A shaft lock pin 42 is used to prevent rotation of the motor shaft when the collet nut 34 is being loosened and tightened. The shaft lock pin 42 extends through the motor housing 120 When the shaft lock pin 42 is depressed, it engages the motor shaft 28, preventing rotation of the shaft, and allowing the collet nut 30 to be loosened and tightened When the shaft lock pin 42 is released, a spring (not shown) attached to the shaft lock pin 42 causes the shaft lock pin 42 to become disengaged from the motor shaft 28, allowing free rotation thereof.

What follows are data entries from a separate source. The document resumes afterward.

package rules

import (
	"fmt"
	"slices"

	"dextral/core/angle"
	"dextral/core/convention"
	"dextral/core/identify"
)

// checkTwins compares the values that state one orientation, each with the
// first of its group, and the others among themselves only if the first agrees
// with neither: one wrong value then gives one finding, not many.
func checkTwins(values []*Value) []*Finding {
	var found []*Finding
	for _, group := range twins(values) {
		found = append(found, checkGroup(group)...)
	}
	return found
}

// checkGroup chooses as reference the value with which most others agree, in
// doubt the first, and reports the rest against it.
func checkGroup(group []*Value) []*Finding {
	type pair struct{ i, j int }
	results := map[pair]identify.Result{}
	same := func(i, j int) identify.Result {
		p := pair{min(i, j), max(i, j)}
		r, done := results[p]
		if !done {
			r = identify.Same(group[p.i].statement(), group[p.j].statement())
			results[p] = r
		}
		return r
	}
	reference, most := 0, -1
	for i := range group {
		agree := 0
		for j := range group {
			if i != j && same(i, j).Verdict == identify.Agree {
				agree++
			}
		}
		if agree > most {
			reference, most = i, agree
		}
	}
	var found []*Finding
	for i := range group {
		if i != reference {
			first, second := group[min(i, reference)], group[max(i, reference)]
			found = add(found, disagreement(first, second, group[i], same(reference, i)))
		}
	}
	return found
}

// Compare tells whether two values describe one orientation.
func Compare(a, b *Value) identify.Result { return identify.Same(a.statement(), b.statement()) }

// statement hands a value to package identify.
func (v *Value) statement() identify.Statement {
	s := identify.Statement{
		Form: v.Form, Numbers: v.Floats(), Tolerance: v.tolerance(),
		Claim: identify.Claim{
			Scalar: v.Claims.Scalar(), Product: v.Claims.Product(), Storage: v.Claims.Storage(), Unit: v.Claims.Unit(),
			Direction: v.Claims.Direction(),
		},
	}
	if v.Form == convention.Transform {
		part := v.rotationNumbers() // row by row, whatever the storage
		s.Form, s.Claim.Storage = convention.Rotation, convention.RowMajor
		s.Numbers = make([]float64, len(part))
		for i, n := range part {
			s.Numbers[i] = n.Value
		}
	}
	if c, ok := v.Claims.On(convention.OfSequence); ok {
		if label, ok := c.Says.(angle.Label); ok {
			s.Claim.Label = &label
		}
	}
	return s
}

// ruleOf names the rule of each change that reconciles two values.
var ruleOf = map[identify.Change]string{
	identify.ScalarOrder: ScalarMisplaced,
	identify.Inverse:     DirectionReversed,
	identify.Transposed:  StorageTransposed,
	identify.UnitSlip:    AngleUnitWrong,
	identify.MovingFixed: MovingFixedSwapped,
	identify.HalfAngle:   HalfAngle,
	identify.AngleOrder:  SequenceMislabelled,
	identify.Sequence:    SequenceMislabelled,
	identify.AngleSign:   AngleSignReversed,
	identify.Kind:        ParametersMistaken,
	identify.Remap:       AxesSwapped,
	identify.Mirror:      MirroredRotation,
}

// disagreement turns the result of comparing the first with the second value
// into a finding at the odd one of them, or into nothing where the two agree or
// nothing can be said.
func disagreement(first, second, odd *Value, r identify.Result) *Finding {
	switch r.Verdict {
	case identify.AgreeInverse:
		return reverseOfEachOther(first, second, odd, r)
	case identify.Contradicted:
		return reconciled(first, second, odd, r)
	case identify.Unexplained:
		return unexplained(first, second, odd, r)
	}
	return nil
}

func reverseOfEachOther(first, second, odd *Value, r identify.Result) *Finding {
	f := twinFinding(DirectionReversed, first, second, odd, r,
		"%s and %s are the reverse of each other, and neither states its direction: one is read as active and the other as passive, or they map opposite ways; taken as one rotation they differ by %s",
		first.name(), second.name(), degrees(r.Stated.Residual))
	f.Level = Note
	f.Remedy = "state the direction of each as an equation, such as v_body = R v_cam"
	return f
}

func reconciled(first, second, odd *Value, r identify.Result) *Finding {
	worst := slices.MaxFunc(r.Best.Changes, func(x, y identify.Change) int { return x.Cost() - y.Cost() })
	switch a, b := misread(worst, first.Form), misread(worst, second.Form); {
	case a && !b:
		odd = first // the finding belongs to the value that is read another way
	case b && !a:
		odd = second
	}
	f := twinFinding(ruleOf[worst], first, second, odd, r, "%s and %s state one orientation; they agree, to %s, only if taken %s; as stated they differ by %s",
		first.name(), second.name(), degrees(r.Best.Residual), withMapNames(r.Best.String()), degrees(r.Stated.Residual))
	other := first
	if odd == first {
		other = second
	}
	if len(r.Best.Changes) == 1 && !r.Best.Tie && !misread(worst, other.Form) {
		f.Edit = reordered(odd, other, worst)
	}
	return f
}

// misread reports whether a change concerns the reading of values of a form.
func misread(c identify.Change, f convention.Form) bool {
	switch c {
	case identify.ScalarOrder:
		return f == convention.Quaternion
	case identify.MovingFixed, identify.Sequence, identify.AngleOrder, identify.AngleSign:
		return f == convention.Angles
	case identify.UnitSlip:
		return f == convention.Angles || f == convention.RotationVector || f == convention.AxisAngle
	case identify.Transposed, identify.Mirror:
		return f == convention.Rotation || f == convention.Transform
	case identify.Kind:
		return f == convention.RotationVector || f == convention.Angles
	}
	return false
}

func unexplained(first, second, odd *Value, r identify.Result) *Finding {
	if r.Reason != "" { // something fits, but numbers this special fit by accident too
		return twinFinding(RepresentationsDiffer, first, second, odd, r, "%s and %s state one orientation, and as stated they differ by %s; what went wrong cannot be told: %s",
			first.name(), second.name(), degrees(r.Stated.Residual), r.Reason)
	}
	return twinFinding(RepresentationsDiffer, first, second, odd, r, "%s and %s state one orientation, and no reading of their conventions reconciles them; as stated they differ by %s",
		first.name(), second.name(), degrees(r.Stated.Residual))
}

// twinFinding places a finding at the odd one of two values, with the readings
// tried as evidence: the stated one, the one that fits, and the next. Readings
// speak of the first and the second value, so messages name them in that order.
func twinFinding(rule string, first, second, odd *Value, r identify.Result, message string, args ...any) *Finding {
	f := finding(rule, odd, Claim{}, message, args...)
	f.Level = twinLevel(first, second, r.Best.Changes)
	other := first
	if odd == first {
		other = second
	}
	f.Claim = fmt.Sprintf("one orientation with %s", other.Key)
	f.Related = []Related{{other.Place, fmt.Sprintf("%s: %s", other.name(), other.Reading())}}
	f.Evidence = []Evidence{{What: "as stated", Stated: Words(odd.Reading()), Residual: Degrees(r.Stated.Residual)}}
	f.Turn = turnBetween(odd, other, r.Stated.Residual)
	rows := 1
	for _, c := range r.Classes {
		if len(r.Stated.Readings) > 0 && c.String() == r.Stated.String() {
			continue
		}
		if rows == maxReadings {
			break
		}
		rows++
		f.Evidence = append(f.Evidence, Evidence{What: c.String(), Residual: Degrees(c.Residual)})
	}
	return f
}

// maxReadings bounds the readings listed under a finding, the stated one
// included.
const maxReadings = 3

// subjectOf names the subject on which a change contradicts a claim.
var subjectOf = map[identify.Change]convention.Subject{
	identify.ScalarOrder: convention.OfScalar,
	identify.Inverse:     convention.OfDirection,
	identify.UnitSlip:    convention.OfUnit,
	identify.MovingFixed: convention.OfSequence,
	identify.AngleOrder:  convention.OfSequence,
	identify.Sequence:    convention.OfSequence,
	identify.Transposed:  convention.OfStorage,
}

// twinLevel is Error where both values state by words what they are and the
// subject of every change is stated too, by at least one of them.
func twinLevel(a, b *Value, changes []identify.Change) Level {
	formA, _ := a.FormClaim()
	formB, _ := b.FormClaim()
	if !formA.Source.Stated() || !formB.Source.Stated() {
		return Warning
	}
	for _, c := range changes {
		subject, ok := subjectOf[c]
		if !ok {
			continue
		}
		onA, _ := a.Claims.On(subject)
		onB, _ := b.Claims.On(subject)
		if !onA.Source.Stated() && !onB.Source.Stated() {
			return Warning
		}
	}
	return Error
}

To set the depth of cut to be made by the spiral cutting tool 10, an adjustable depth guide assembly 44 is provided. The depth guide assembly 44 includes a depth guide 46, a threaded locking knob 48, and a depth guide bracket 50. The depth guide bracket 50 is attached to the cutting tool housing 12 around the location where the motor shaft 28 emerges from the housing 120 The depth guide bracket 50 may be attached to the housing 12 in various conventional manners. Preferably, the depth guide bracket 50 may be made detachable from the housing 12. A housing collar 52, which is part of and extends axially from the motor housing 12, may be provided around the motor shaft 28. The collar 52 includes a recessed channel (not shown) around an outer circumference thereof which interlocks with a protrusion on the depth guide bracket 50. To attach the depth guide bracket 50 to the collar 52, the protrusion on the depth guide bracket 50 is aligned with a notch in the collar 52, and the bracket 50 is pushed down over the collar 52 until the protrusion on the bracket 50 is located within the collar channel. The depth guide bracket 50 is then rotated around the collar 52 to lock the protrusion on the bracket 50 within the channel on the collar 52. A metal band (not shown) may be placed in a second channel in the outer circumference of the housing collar 52. This metal band has a protrusion which can be compressed, and thus acts as a spring. A hole (not shown) is provided in the depth guide bracket 50 which may be aligned with the spring protrusion from the housing collar 52. When the bracket 50 is rotated about the collar 52 to lock the protrusion on the bracket 50 within the channel in the collar 52 the protrusion on the spring is aligned with the hole in the bracket 50, causing the protrusion to spring into the hole, thereby securely locking the depth guide bracket 50, and the entire depth guide assembly 44, onto the housing collar 52 and the housing 12.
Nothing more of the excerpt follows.